In retrospect, I was in a state of ‘Flow’, a term coined by Csikszentmihalyi, whereby cognitive processes are aligned on tackling the task at hand and the rest of the world seems to transiently disappear.

Naturally, as I try to write again, I desire to re-enter this state where I felt confident I could express what I wanted to say. However, how feasible is it to re-capture emotions and states of mind from the past? And is it wise to attempt to do so?

As someone with perfectionist tendencies, I have a natural desire to be in the ‘perfect’ state of mind for any given situation that I find myself in. Yet more often than not in doing so I impede myself from entering the very state that I am trying to obtain.

I will give some personal examples to demonstrate the point.

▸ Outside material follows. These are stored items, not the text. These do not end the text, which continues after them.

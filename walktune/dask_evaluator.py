"""Evaluation on a Dask cluster: one actor per worker process holds the function (``walktune[cluster]``).

A batch is cut into one chunk per worker and sent as a direct call to each
worker's actor (see :mod:`walktune.evaluators` for the seam and the other
evaluators).
"""

from __future__ import annotations

import sys
import time
from typing import Callable

import numpy as np

from .evaluators import BatchResult, _check_limit, _check_shippable, _chunks, _evaluate_chunk, _merge, _timed_out


#: Dask settings for the LocalCluster walktune starts (``--dask local:N``): no dashboard is shown, so the
#: statistical profiler and the monitors feeding it are turned off or slowed. On a small machine they
#: cost half a core for 16 idle workers, which the evaluations need.
LOCAL_CLUSTER_CONFIG = {
    "distributed.worker.profile.enabled": False,
    "distributed.admin.system-monitor.interval": "2s",
    "distributed.admin.system-monitor.gil.enabled": False,
    "distributed.worker.memory.monitor-interval": "1s",
    "distributed.admin.tick.interval": "1s",
}


class _WorkerEvaluator:
    """Lives on a Dask worker as an actor: holds the unpickled function and evaluates chunks sent to it."""

    def __init__(self, payload: bytes, vectorized: bool):
        import pickle

        self.log_density = pickle.loads(payload)
        self.vectorized = vectorized

    def evaluate(self, points: np.ndarray) -> BatchResult:
        return _evaluate_chunk(self.log_density, self.vectorized, points)


class DaskEvaluator:
    """Evaluate a batch on a Dask cluster (``walktune[cluster]``), one chunk per worker process.

    ``address`` is a scheduler address (``tcp://host:8786``) or ``local:N``
    to start a LocalCluster of N worker processes on this machine. The
    function is pickled once with cloudpickle (functions from a walktune-loaded
    model file by value, so the workers need not import the file) and held on
    each worker by a Dask actor; a batch is one direct call per worker, which
    costs a third of the latency of a scheduled task. Random numbers never leave
    the driver, so results are the same bit for bit as in-process.

    A worker lost mid-batch: the actors are started again on the workers there
    are (Dask's nannies restart lost workers) and the batch is evaluated again,
    up to ``retries`` times. With ``time_limit``, a chunk not back within
    ``time_limit`` per point (plus a second) counts as timed out and its worker
    is restarted, since a running evaluation cannot be stopped inside its thread.
    """

    def __init__(self, log_density: Callable, vectorized: bool = False, address: str = "local:2", timeout: float = 5.0,
                 time_limit: float | None = None, retries: int = 3):
        from .errors import WalktuneError

        self.time_limit = _check_limit(time_limit)
        try:
            import cloudpickle
            from distributed import Client, LocalCluster
        except ImportError:
            raise WalktuneError("Dask is not installed; install walktune[cluster] (pip install 'walktune[cluster]').") from None
        module = sys.modules.get(getattr(log_density, "__module__", "") or "")
        if module is not None and module.__name__.startswith("walktune_model_"):
            cloudpickle.register_pickle_by_value(module)
        _check_shippable(log_density, "cloudpickle")
        self.log_density = log_density
        self.vectorized = vectorized
        self.retries = retries
        self._payload = cloudpickle.dumps(log_density)
        self._cluster = None
        if address.startswith("local:"):
            try:
                n = int(address.split(":", 1)[1])
            except ValueError:
                raise WalktuneError(f"--dask {address!r}: after 'local:' give the number of workers, e.g. local:4.") from None
            if n < 1:
                raise WalktuneError(f"--dask {address!r}: the number of workers must be at least 1.")
            import dask

            with dask.config.set(LOCAL_CLUSTER_CONFIG):
                self._cluster = LocalCluster(n_workers=n, threads_per_worker=1, processes=True, dashboard_address=None,
                                             host="127.0.0.1")
            self.client = Client(self._cluster)
        else:
            try:
                self.client = Client(address, timeout=timeout)
            except (OSError, TimeoutError) as error:
                raise WalktuneError(
                    f"no Dask scheduler answered at {address} within {timeout:g} s ({type(error).__name__}); "
                    "check the address and that the scheduler is running."
                ) from None
        self._expected_workers = 0
        self._actors: list = []
        self._start_actors()

    def _start_actors(self) -> None:
        from .errors import WalktuneError

        try:
            self.client.wait_for_workers(max(1, self._expected_workers), timeout=30)
        except (TimeoutError, OSError):
            if not self.client.scheduler_info()["workers"]:
                raise WalktuneError("the Dask cluster has no workers; start some (dask worker ADDRESS).") from None
        workers = sorted(self.client.scheduler_info()["workers"])
        self._expected_workers = max(self._expected_workers, len(workers))
        futures = [
            self.client.submit(_WorkerEvaluator, self._payload, self.vectorized, workers=[w], allow_other_workers=False,
                               actor=True, pure=False)
            for w in workers
        ]
        self._actors = list(zip(workers, self.client.gather(futures)))
        self._actor_futures = futures  # keep the actors alive

    @property
    def parallelism(self) -> int:
        return max(1, len(self._actors))

    def __call__(self, points: np.ndarray) -> BatchResult:
        from .errors import SamplingError, WalktuneError

        for attempt in range(self.retries + 1):
            pieces = _chunks(points.shape[0], self.parallelism)
            calls = [actor.evaluate(points[a:b]) for (_, actor), (a, b) in zip(self._actors, pieces)]
            try:
                results = self._collect(calls, pieces)
            except WalktuneError:  # the model exited on a worker (see InProcessEvaluator)
                raise
            except Exception:  # noqa: BLE001 - a lost worker shows as many kinds of comm errors
                # The user's errors are caught on the worker; this is a worker or connection lost.
                if attempt == self.retries:
                    raise SamplingError(
                        f"Dask workers were lost {self.retries + 1} times evaluating one batch; the log-density may "
                        "crash the interpreter or run out of memory, or the cluster is failing. Run with --workers 1 "
                        "to see the log-density's own error."
                    ) from None
                self._start_actors()
                continue
            return _merge(points.shape[0], list(zip(pieces, results)))
        raise AssertionError("unreachable")

    def _collect(self, calls, pieces) -> list:
        if self.time_limit is None:
            return [call.result() for call in calls]
        deadline = time.monotonic() + self.time_limit * max(b - a for a, b in pieces) + 1.0
        results, late = [], []
        for k, call in enumerate(calls):
            try:
                results.append(call.result(timeout=max(0.0, deadline - time.monotonic())))
            except TimeoutError:
                results.append(None)
                late.append(self._actors[k][0])
        if late:
            # A running evaluation cannot be stopped in its thread; its worker process can be restarted.
            try:
                self.client.restart_workers(late)
            except Exception:  # noqa: BLE001 - workers without a nanny cannot be restarted; go on without them
                pass
            self._start_actors()
            detail = " on a Dask worker, which was restarted"
            results = [r if r is not None else _timed_out(b - a, self.time_limit, detail) for r, (a, b) in zip(results, pieces)]
        return results

    def close(self) -> None:
        self.client.close()
        if self._cluster is not None:
            self._cluster.close()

When playing basketball in front of a coach or fellow players that I want to impress, whether that’s to earn a place on the team or for the sake of impressing others, I play far below the standard I am capable of. I try to talk myself up in my mind and over-think things that I do. Whereas when I rock up to a casual game of pick-up, with no expectations other than to enjoy the basketball, things come off seemingly without effort and I play far better.

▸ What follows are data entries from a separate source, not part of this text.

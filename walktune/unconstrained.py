"""The pilot's coordinates for bounded parameters whose mode or mass lies near a bound.

A random walk on ``theta`` near a bound wastes its proposals beyond it, and a
mode on the bound leaves the Laplace approximation meaningless there (its
variance is whatever the curvature at the bound says, often tiny). The usual
remedy is to sample ``u = T(theta)`` with ``T`` the log (lower bound), negated
log (upper bound) or logit (both) of :mod:`walktune.reparam`, on the density

    log p_u(u) = log p(T^{-1}(u)) + log |d theta / d u|,

whose mode lies inside and whose shape near the bound is that of a log scale
(e.g. Gelman 2006 on scale parameters with mass near zero). Here the pilot
itself runs in ``u`` when the mode, or the mass around it, is near a bound;
what it learns is mapped back to ``theta`` for the fixed-proposal stages that
follow in the user's parameters.

A parameter counts as near its bound when the mode is within
:data:`NEAR_SDS` sds of it, or when the log-density, moving that parameter
alone from the mode towards the bound (halfway, and to 1% of the distance),
drops by less than :data:`NEAR_DROP`: then the posterior still has mass
between the mode and the bound.

References
----------
Gelman, A. (2006). Prior distributions for variance parameters in hierarchical models.
Bayesian Analysis, 1(3), 515-534.
"""

from __future__ import annotations

from dataclasses import dataclass

import numpy as np

from .mode import ModeFit, find_mode
from . import pilot as pilot_module
from .pilot import PilotResult, run_pilot, shrunk_covariance
from .posterior import SamplerSpaceEvaluator
from .reparam import SamplingMap, TransformChoice, candidates

#: The mode within this many sds of a bound is near it.
NEAR_SDS = 3.0
#: Log-density drop towards a bound below which mass reaches the bound (a density ratio of e^-3, about 5%).
NEAR_DROP = 3.0
#: Shares of the mode's distance to the bound where the log-density is probed.
PROBE_FRACTIONS = (0.5, 0.01)


def near_bound(evaluate, mode: np.ndarray, mode_value: float, sd: np.ndarray, bounds: np.ndarray) -> np.ndarray:
    """Which parameters have their mode, or mass beside the mode, near a finite bound.

    Parameters
    ----------
    evaluate : callable
        ``evaluate(theta) -> float``, the log-density (-inf outside).
    mode : ndarray of shape (d,)
    mode_value : float
        Log-density at ``mode``.
    sd : ndarray of shape (d,)
        Sds of the start covariance (Laplace or a guess).
    bounds : ndarray of shape (d, 2)

    Returns
    -------
    ndarray of bool, shape (d,)
    """
    near = np.zeros(mode.shape[0], dtype=bool)
    for i, (low, high) in enumerate(bounds):
        for bound in (low, high):
            if not np.isfinite(bound):
                continue
            distance = abs(mode[i] - bound)
            if not distance >= NEAR_SDS * sd[i]:  # also when sd is NaN
                near[i] = True
                break
            for fraction in PROBE_FRACTIONS:
                point = mode.copy()
                point[i] = bound + fraction * (mode[i] - bound)
                if evaluate(point) > mode_value - NEAR_DROP:
                    near[i] = True
                    break
            if near[i]:
                break
    return near


def pilot_map(names: list, bounds: np.ndarray, near: np.ndarray) -> SamplingMap:
    """The map ``z = u = T(theta)``: the bounds' transform for parameters near a bound, the identity elsewhere."""
    choices = []
    for i, name in enumerate(names):
        low, high = float(bounds[i, 0]), float(bounds[i, 1])
        kind = candidates(low, high)[-1] if near[i] else "identity"
        choices.append(TransformChoice(name, kind, low, high, {}))
    dim = len(names)
    return SamplingMap(list(names), choices, np.zeros(dim), np.eye(dim), np.eye(dim), dim,
                   notes=["pilot coordinates: bounded parameters near a bound on an unbounded scale"])


@dataclass(frozen=True)
class UnconstrainedStart:
    """Where the pilot starts in unconstrained coordinates ``u`` (see :func:`pilot_map`).

    Attributes
    ----------
    reparam : SamplingMap
        ``u = T(theta)``.
    near : ndarray of bool, shape (d,)
        Parameters sampled on a transformed scale.
    fit : ModeFit
        Mode and Laplace covariance of ``log p_u``.
    covariance : ndarray of shape (d, d)
        The pilot's first covariance in ``u``.
    states, values : ndarray of shape (chains, d) and (chains,)
        Starting states in ``u`` and ``log p_u`` there.
    """

    reparam: SamplingMap
    near: np.ndarray
    fit: ModeFit
    covariance: np.ndarray
    states: np.ndarray
    values: np.ndarray


def unconstrained_mode(evaluate_u, reparam: SamplingMap, fit: ModeFit, start: np.ndarray, covariance: np.ndarray,
                       near: np.ndarray, budget: int) -> tuple[ModeFit, np.ndarray]:
    """The mode of ``log p_u`` and a first covariance there.

    The search starts from the mode in ``theta`` with the parameters near a
    bound set to the user's start (strictly inside). The covariance is the
    Laplace covariance in ``u`` when ``-H`` is positive definite there; else the
    start covariance for the untransformed parameters and unit variance (one
    e-fold) for the transformed ones.

    Parameters
    ----------
    evaluate_u : callable
        ``evaluate_u(u) -> float``.
    start, covariance : ndarray of shape (d,) and (d, d)
        The user's start and the start covariance in ``theta``.
    near : ndarray of bool, shape (d,)
    budget : int
        Evaluations of the search (the Hessian comes on top).
    """
    theta0 = np.where(near, start, fit.mode)
    u0 = reparam.to_sampler(theta0)
    sd = np.sqrt(np.diag(covariance))
    scales = np.where(near, 1.0, np.maximum(sd, 1e-12))
    unbounded = np.tile([-np.inf, np.inf], (u0.shape[0], 1))
    fit_u = find_mode(evaluate_u, u0, unbounded, scales, budget)
    if fit_u.laplace_covariance is not None:
        return fit_u, fit_u.laplace_covariance
    guess = np.where(np.outer(near, near), np.eye(u0.shape[0]), np.where(np.outer(~near, ~near), covariance, 0.0))
    return fit_u, guess


def to_parameters(reparam: SamplingMap, states_u: np.ndarray, values_u: np.ndarray) -> tuple[np.ndarray, np.ndarray]:
    """States (chains, d) in ``theta`` and ``log p(theta)`` there, from states and ``log p_u`` in ``u``."""
    theta, jacobian = reparam.from_sampler_with_jacobian(states_u)
    return theta, values_u - jacobian


def run_unconstrained_pilot(counted, start: UnconstrainedStart, available: int, minimum: int, seed, tracker,
                            within: bool) -> PilotResult:
    """The pilot in unconstrained coordinates, then in the user's parameters; one PilotResult in ``theta``.

    The first 60% of ``available`` evaluations run in ``u``; the rest, from
    where those chains ended and with the covariance of their draws mapped
    back (shrunk in the draws' own scales), in ``theta``, whose proposal the
    job recommends. The stages in ``theta`` do not probe parameters one at a
    time: near a bound the conditional densities are far from Gaussian, so the
    probe's acceptance no longer measures their scale (the stages in ``u`` did).
    When the stages in ``theta`` never found their draws to disagree with the
    covariance they started from, the final covariance comes from all draws of
    both parts after the first stage's warm-up half.

    Parameters
    ----------
    counted : walktune.posterior.CountedEvaluator
    start : UnconstrainedStart
    available : int
        Evaluations of both parts together.
    minimum : int
        Least evaluations of either part (two stages).
    seed : SeedSequence
    tracker : callable
        The job's progress channel (see walktune.tune).
    within : bool
        Estimate covariances within chains (chains started in separate modes).
    """
    reparam = start.reparam
    seed_u, seed_theta = seed.spawn(2)
    # The two parts keep at most PILOT_DRAWS_MEMORY of draws together, shared as their budgets are.
    memory = pilot_module.PILOT_DRAWS_MEMORY
    pilot_u = run_pilot(
        None, start.states, start.covariance, max(int(0.6 * available), minimum), seed_u,
        evaluator=SamplerSpaceEvaluator(counted, reparam), state_log_density=start.values, within_chains=within,
        progress=lambda done, total: tracker("pilot", done, available),
        on_stage=lambda p: tracker.pilot_stage_ended(p, estimate=False), draws_memory=int(0.6 * memory),
    )
    states, values = to_parameters(reparam, pilot_u.states, pilot_u.state_log_density)
    draws = reparam.from_sampler(pilot_u.draws)
    dim = draws.shape[-1]
    covariance, _, _ = shrunk_covariance(draws, np.diag(np.var(draws.reshape(-1, dim), axis=0)), within)
    pilot = run_pilot(
        None, states, covariance, max(available - pilot_u.evaluations, minimum), seed_theta, evaluator=counted,
        state_log_density=values, within_chains=within, probe=False,
        progress=lambda done, total: tracker("pilot", pilot_u.evaluations + done, available),
        on_stage=lambda p: tracker.pilot_stage_ended(p, estimate=True),
        draws_memory=memory - sum(d.nbytes for d in pilot_u.all_draws),
    )
    if not any(stage.adopted for stage in pilot.stages):
        # The draws in theta agreed with the start they were given: estimate the covariance from every
        # draw after the first stage's warm-up, in both coordinates (skewed marginals need many draws).
        first_stage = pilot_u.all_draws[0]
        mapped = [first_stage[:, first_stage.shape[1] // 2 :]] + pilot_u.all_draws[1:]
        pooled = _joined_stages([reparam.from_sampler] * len(mapped) + [None] * len(pilot.all_draws),
                                mapped + pilot.all_draws)
        pilot.covariance, _, _ = shrunk_covariance(pooled, pilot.covariance, within, overwrite=True)
    for stage in pilot_u.stages:
        stage.coordinates = "unconstrained"
    pilot.stages = pilot_u.stages + pilot.stages
    pilot.all_draws = [reparam.from_sampler(d) for d in pilot_u.all_draws] + pilot.all_draws
    pilot.evaluations += pilot_u.evaluations
    return pilot


def _joined_stages(maps: list, stages: list) -> np.ndarray:
    """The stages' draws (chains, n_i, d) one after another in one new array, each through its map (None: as is),
    mapped one stage at a time (no second copy of them all)."""
    m, d = stages[0].shape[0], stages[0].shape[2]
    out = np.empty((m, sum(s.shape[1] for s in stages), d))
    at = 0
    for to_theta, draws in zip(maps, stages):
        out[:, at : at + draws.shape[1]] = draws if to_theta is None else to_theta(draws)
        at += draws.shape[1]
    return out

When sitting exams, if I set very high expectations of myself and subsequently try to force a good performance, it rarely works. Yet when I maintain a degree of ambivalence about the result I obtain and just enjoy the challenges of the exam for what they are, again things come more naturally and I perform much better.

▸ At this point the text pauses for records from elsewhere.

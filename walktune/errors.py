"""Errors that walktune raises for bad input or failed runs.

Every message is one line that says what is wrong and how to fix it; the
command-line layer prints it as it is, without a traceback.
"""

from __future__ import annotations


class WalktuneError(ValueError):
    """Bad input or a run that cannot go on; the message is meant for the user."""


class TargetError(WalktuneError):
    """The user's log-density could not be loaded or evaluated at the start."""


class SamplingError(WalktuneError):
    """Too many evaluations of the log-density failed during sampling.

    Attributes
    ----------
    first_failure : str or None
        The traceback (or description) of the first failed evaluation.
    """

    def __init__(self, message: str, first_failure: str | None = None):
        super().__init__(message)
        self.first_failure = first_failure


class NumericalFailure(SamplingError):
    """A numerical failure inside the tuning job (NaN, overflow, a singular matrix) that no stage could absorb.

    The stages turn the failures they expect into findings; this is the net
    under them, so that the user sees one line naming the stage, never a
    traceback (the original exception is kept as ``__cause__``).
    """
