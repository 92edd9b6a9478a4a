"""Funnels: how the spread of the other parameters changes along one parameter.

From the draws (:func:`varying_scale_findings`): every other parameter is
regressed linearly on the candidate ``v`` and the robust sd of the residuals
(1.4826 x MAD) is compared between the top and bottom fifth of ``v``:

    ratio_i = sd_i(top fifth of v) / sd_i(bottom fifth of v),

1 for a correlated Gaussian. A parameter counts as affected when the ratio
is 4-fold or more and its log is significant (standard error from the
asymptotic variance of log MAD, tails calibrated by simulation, a Markov
bound over the candidates keeping false alarms on Gaussians below
:data:`FUNNEL_FALSE_ALARM`).

From the model (:func:`funnel_findings_from_curvature`): the local spread
``(-d^2 log p / d theta_i^2)^{-1/2}`` is compared at two points along the
candidate, on the line of the others' conditional mean; what it suggests is a
hypothesis until the draws confirm it.

The fix for a funnel is the non-centred parameterisation, spelled out for the
model's parameters: effect_j = location + scale * z_j.

References
----------
Neal, R. M. (2003). Slice sampling. Annals of Statistics, 31(3), 705-767 (the funnel).
Papaspiliopoulos, O., Roberts, G. O. and Sköld, M. (2007). A general framework for the
parametrization of hierarchical models. Statistical Science, 22(1), 59-73.
Betancourt, M. and Girolami, M. (2015). Hamiltonian Monte Carlo for hierarchical models.
In Current Trends in Bayesian Methodology with Applications, 79-101 (the centred form fails
when the data are weak).
"""

from __future__ import annotations

import numpy as np
from scipy import stats

from .checkpoint import stop_point
from .diagnostics import rhat
from .findings import Finding
from .reparam import candidates, forward, inverse, log_jacobian

#: The funnel detector compares spreads that differ 4-fold or more, and only
#: where the difference is also significant (see :func:`log_spread_ratio_se`);
#: below 50 independent draws (10 per fifth) it declines to decide.
MIN_DRAWS_FOR_SPREAD = 50

#: Family-wise false-alarm rate the funnel detector allows on a Gaussian (all
#: candidate parameters together); a calibration target of this project, checked
#: by simulation in tests/test_funnels.py.
FUNNEL_FALSE_ALARM = 0.005

#: One-sided level at which the draws confirm a funnel the curvature suggests: the
#: curvature has already named the candidate and the direction, so this is one
#: test, not a search (common practice: 5%).
CONFIRMATION_LEVEL = 0.05

#: Asymptotic variance of log(MAD) per draw for a Gaussian: ``1 / (16 phi(q)^2 q^2)``
#: with ``q = Phi^-1(0.75)`` (the sample median's variance ``p (1 - p) / (n f^2)``
#: applied to ``|X|``, whose density at its median q is ``2 phi(q)``); about 1.36.
_LOG_MAD_VARIANCE = 1.0 / (16.0 * stats.norm.pdf(stats.norm.ppf(0.75)) ** 2 * stats.norm.ppf(0.75) ** 2)


def local_spread_ratio(draws: np.ndarray, index: int, bins: int = 5) -> np.ndarray:
    """How much the conditional spread of each parameter changes along parameter ``index``.

    ``draws`` is (n, d). Every other parameter is regressed linearly on
    parameter ``index`` (which removes the trend of a correlated Gaussian,
    whose conditional spread is constant); the robust sd (1.4826 x median
    absolute deviation) of the residuals is compared between the top and the
    bottom ``1/bins`` of the draws sorted by parameter ``index``. Returns the
    ratio top / bottom per parameter (1 for ``index`` itself).
    """
    n, d = draws.shape
    v = draws[:, index]
    centred = draws - draws.mean(axis=0)
    vc = centred[:, index]
    slope = vc @ centred / max(vc @ vc, np.finfo(float).tiny)  # least squares on v, closed form
    residual = centred - np.outer(vc, slope)
    order = np.argsort(v, kind="stable")
    size = n // bins

    def robust_sd(rows):
        part = residual[rows]
        return 1.4826 * np.median(np.abs(part - np.median(part, axis=0)), axis=0)

    low, high = robust_sd(order[:size]), robust_sd(order[-size:])
    with np.errstate(divide="ignore", invalid="ignore"):
        ratio = np.where(low > 0, high / low, np.inf)
    ratio[index] = 1.0
    return ratio


def log_spread_ratio_se(n_per_fifth: float) -> float:
    """Standard error of ``log(top / bottom)`` robust sds on a Gaussian, each from ``n_per_fifth`` independent draws.

    ``sqrt(2 v / (n - 1.5))`` with ``v`` the asymptotic variance of log(MAD)
    per draw (:data:`_LOG_MAD_VARIANCE`, about 1.36); the ``- 1.5`` is a
    small-sample correction calibrated here by simulation (20,000 Gaussian
    samples each of n = 10, 20, 50 and 200 draws: variance of log(MAD) times n
    was 1.56, 1.46, 1.41, 1.36). About 0.56 with 10 draws per fifth.
    """
    return float(np.sqrt(2.0 * _LOG_MAD_VARIANCE / max(n_per_fifth - 1.5, 1.0)))


def significance_level(d: int, n_per_fifth: float, family: float = FUNNEL_FALSE_ALARM) -> float:
    """How many standard errors a log spread ratio must exceed so that a Gaussian raises a finding with probability <= ``family``.

    A finding needs, for one of the ``d`` candidate parameters, at least
    ``k = ceil((d - 1) / 2)`` of the other ``d - 1`` ratios significant. By
    Markov's inequality on the count of significant ratios (which holds
    however correlated they are), P(count >= k) <= (d - 1) p / k <= 2 p, so
    a per-ratio level ``p = family / (2 d)`` keeps the chance over all ``d``
    candidates below ``family`` (for d = 2, one ratio per candidate: p = family / d).

    The log ratio of two MADs from few draws has heavier tails than a normal:
    its two-sided quantiles at p = 0.0025, 0.001 and 0.0002 (400,000 simulated
    pairs per size, calibrated here) lie inside those of a Student-t with
    ``2 n`` degrees of freedom for n = 10 to 100 draws per fifth, so the
    critical value is taken from that t.
    """
    m = max(d - 1, 1)
    k = int(np.ceil(m / 2))
    p = family * k / (m * d)
    return float(stats.t.isf(p / 2, df=max(2.0 * n_per_fifth, 1.0)))


def independent_draws(draws: np.ndarray, tau: float, ess=None) -> np.ndarray:
    """Roughly independent draws behind each parameter's bins, shape (d,).

    ``draws.size / d / tau`` (``tau`` a typical within-chain IACT), capped by
    each parameter's multi-chain bulk ESS ``ess`` when given: where chains
    disagree (R-hat far above 1) the fifths of a parameter are filled by
    different chains, and their spreads compare chains, not regions.
    """
    m, n, d = draws.shape
    pooled = np.full(d, m * n / max(tau, 1.0))
    if ess is None:
        return pooled
    ess = np.asarray(ess, dtype=float)
    return np.minimum(pooled, np.where(np.isfinite(ess), ess, 0.0))


def varying_scale_findings(draws: np.ndarray, tau: float, names: list, threshold: float = 4.0, bounds=None, ess=None):
    """``varying-scale`` findings from (chains, n, d) draws; and a note when undecidable.

    ``tau`` is a typical within-chain IACT and ``ess`` (d,) the multi-chain
    bulk ESS (optional; see :func:`independent_draws`); a candidate needs at
    least :data:`MIN_DRAWS_FOR_SPREAD` independent draws. A parameter counts
    as affected along a candidate when its spread ratio is at least
    ``threshold``-fold and its log is significant at
    :func:`significance_level` standard errors (:func:`log_spread_ratio_se`,
    from the candidate's independent draws per fifth).
    """
    m, n, d = draws.shape
    if d < 2:
        return [], None
    flat = draws.reshape(-1, d)
    n_independent = independent_draws(draws, tau, ess)
    flat = flat[:: max(1, flat.shape[0] // 20_000)]  # 20,000 rows are plenty for five bins
    if np.max(n_independent) < MIN_DRAWS_FOR_SPREAD:
        return [], (f"only about {np.max(n_independent):.0f} roughly independent draws; too few to measure how "
                    "local spread changes")
    strongest = {}
    for j in range(d):
        stop_point()
        if n_independent[j] < MIN_DRAWS_FOR_SPREAD:
            continue
        n_fifth = n_independent[j] / 5
        needed = max(np.log(threshold), significance_level(d, n_fifth) * log_spread_ratio_se(n_fifth))
        with np.errstate(divide="ignore"):
            size = np.abs(np.log(local_spread_ratio(flat, j)))
        size[j] = 0.0
        affected = [i for i in range(d) if size[i] >= needed]
        # A funnel parameter changes the spread of most of the others, not of one partner.
        if affected and len(affected) >= (d - 1) / 2:
            strongest[j] = (float(np.exp(np.median(size[affected]))), affected)
    bounds = np.tile([-np.inf, np.inf], (d, 1)) if bounds is None else np.asarray(bounds, dtype=float)
    return _varying_scale(strongest, names, bounds, flat), None


def _probe_values(column: np.ndarray, low: float, high: float, reach: float, floor: float = 0.0) -> np.ndarray:
    """Values ``reach`` spreads either side of the draws' centre of one parameter, (2,).

    A bounded parameter is probed in the coordinate that opens its range to
    the whole line (log, or logit between two bounds; :mod:`walktune.reparam`),
    where a scale parameter's funnel is as wide as in its logarithm. ``floor``
    is a lower limit on the spread there (from the curvature, so that chains
    stuck in a funnel's neck do not hide the funnel).
    """
    kind = candidates(low, high)[-1]
    with np.errstate(divide="ignore", invalid="ignore"):
        u = forward(kind, column, low, high)
    u = u[np.isfinite(u)]
    spread = max(float(np.std(u)), floor)
    return inverse(kind, float(np.mean(u)) + np.array([-reach, reach]) * spread, low, high)


def _on_ridge(centre: np.ndarray, covariance: np.ndarray, index: int, values: np.ndarray, lowest: np.ndarray,
             highest: np.ndarray) -> np.ndarray:
    """Points (len(values), d) where parameter ``index`` takes ``values`` and the others their linear conditional mean.

    Probing along the regression line of the others on the candidate keeps the
    probe inside the posterior: a correlated posterior (a regression with an
    uncentred covariate) moved along one axis alone leaves it, and its
    curvature there says nothing about the draws. The others are kept within
    the range of their draws (``lowest``, ``highest``, shape (d,)), inside any bound.
    """
    slope = covariance[:, index] / covariance[index, index]
    points = np.clip(centre + np.outer(np.asarray(values) - centre[index], slope), lowest, highest)
    points[:, index] = values
    return points


def _local_sd(log_density, point: np.ndarray, sd: np.ndarray) -> np.ndarray:
    """``(-d^2 log p / d theta_i^2)^{-1/2}`` per parameter by central differences (step 1e-3 sd_i); NaN where not concave."""
    d = point.shape[0]
    f0 = log_density(point)
    out = np.full(d, np.nan)
    for i in range(d):
        h = 1e-3 * sd[i]
        step = np.zeros(d)
        step[i] = h
        second = (log_density(point + step) - 2 * f0 + log_density(point - step)) / h**2
        if np.isfinite(second) and second < 0:
            out[i] = 1.0 / np.sqrt(-second)
    return out


def curvature_probe_cost(d: int) -> int:
    """Evaluations :func:`funnel_findings_from_curvature` makes: ``(2 d + 1) (2 d + 3)``."""
    return (2 * d + 1) * (2 * d + 3)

Traits such as creativity and spontaneity, which are useful in certain situations, are not something that can be easily forced.

Ultimately, trying to re-create the positive aspects of past occurrences is generally unfruitful, yet it can be in our nature to want to do so. But the very act of trying to recreate a joyful experience can be what prevents it from happening again. The original time it happened, you had no concept of trying to ‘create’ it — it just happened.

As humans we naturally fluctuate between different states of mind (some more than others, perhaps). I find this frustrating at times; if you are not in the state of mind you desire at the right moment, things might not happen as you hoped. Different situations require different states of mind for optimal performance.

Sometimes when I am studying everything seems to click in to place and I cover large grounds in short spaces of time. At others, as a friend of mine put it while frantically revising for exams, “it’s just not going in”.

You may be in a state of flow a few days before the exam, recalling everything with ease, then in the exam itself things just won’t enter your mind at the right moment. Although this may be compounded by additional factors such as the stress of exams. This can also occur in reverse.

I find the same in social situations. Sometimes things come to me naturally; I think of the right thing to say at the right time, and have a great time. At other times, the right things just don’t come to me and the conversation can be boring or a little awkward.

To what extent can we ‘engineer’ our frame of mind for our relevant situation at that time? There are things we can do to maximise the likelihood of certain mental states arising. Things I have found useful include getting lots of sleep, meditating, exercise and eating well (what works well is likely to differ for different people). But outright chasing a certain emotion or state of mind can be counter-productive.

Maybe it’s also important to accept that things won’t always be perfect — that sometimes things won’t ‘click’ and that’s okay.

I took me about four times as long to write this article and I’ve not the made the points I intended to make as clearly as I would have liked. Maybe I wasn’t in the right frame of mind, but I’m glad I did it anyway.